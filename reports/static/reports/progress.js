// Polls each report version that is being rendered and shows its stage and percent;
// reloads the page when a version is done so its PDF link appears.
(function () {
  "use strict";
  var POLL_MS = 1500;
  var MAX_POLLS = 2400; // an hour at most, then the user reloads by hand

  function watch(box) {
    var url = box.getAttribute("data-progress-url");
    var bar = box.querySelector("progress");
    var stage = box.querySelector(".progress-stage");
    var pct = box.querySelector(".progress-pct");
    var polls = 0;

    function poll() {
      polls += 1;
      fetch(url, { credentials: "same-origin", headers: { Accept: "application/json" } })
        .then(function (response) {
          if (!response.ok) { throw new Error("status " + response.status); }
          return response.json();
        })
        .then(function (data) {
          bar.value = data.progress_pct;
          pct.textContent = data.progress_pct + " %";
          stage.textContent = data.stage || data.status_label;
          if (data.done || data.failed) {
            window.location.reload();
          } else if (polls < MAX_POLLS) {
            window.setTimeout(poll, POLL_MS);
          }
        })
        .catch(function () {
          stage.textContent = "Progress unavailable; reload the page to check.";
        });
    }
    window.setTimeout(poll, POLL_MS);
  }

  document.querySelectorAll("[data-progress-url]").forEach(watch);
})();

* _Task instructions_:
Reproduce all entries exactly, leaving each one whole.

* _Completed exercise_:
filename reports/static/reports/progress.js
// Polls each report version that is being rendered and shows its stage and percent;
// reloads the page when a version is done so its PDF link appears.
(function () {
  "use strict";
  var POLL_MS = 1500;
  var MAX_POLLS = 2400; // an hour at most, then the user reloads by hand

  function watch(box) {
    var url = box.getAttribute("data-progress-url");
    var bar = box.querySelector("progress");
    var stage = box.querySelector(".progress-stage");
    var pct = box.querySelector(".progress-pct");
    var polls = 0;

    function poll() {
      polls += 1;
      fetch(url, { credentials: "same-origin", headers: { Accept: "application/json" } })
        .then(function (response) {
          if (!response.ok) { throw new Error("status " + response.status); }
          return response.json();
        })
        .then(function (data) {
          bar.value = data.progress_pct;
          pct.textContent = data.progress_pct + " %";
          stage.textContent = data.stage || data.status_label;
          if (data.done || data.failed) {
            window.location.reload();
          } else if (polls < MAX_POLLS) {
            window.setTimeout(poll, POLL_MS);
          }
        })
        .catch(function () {
          stage.textContent = "Progress unavailable; reload the page to check.";
        });
    }
    window.setTimeout(poll, POLL_MS);
  }

  document.querySelectorAll("[data-progress-url]").forEach(watch);
})();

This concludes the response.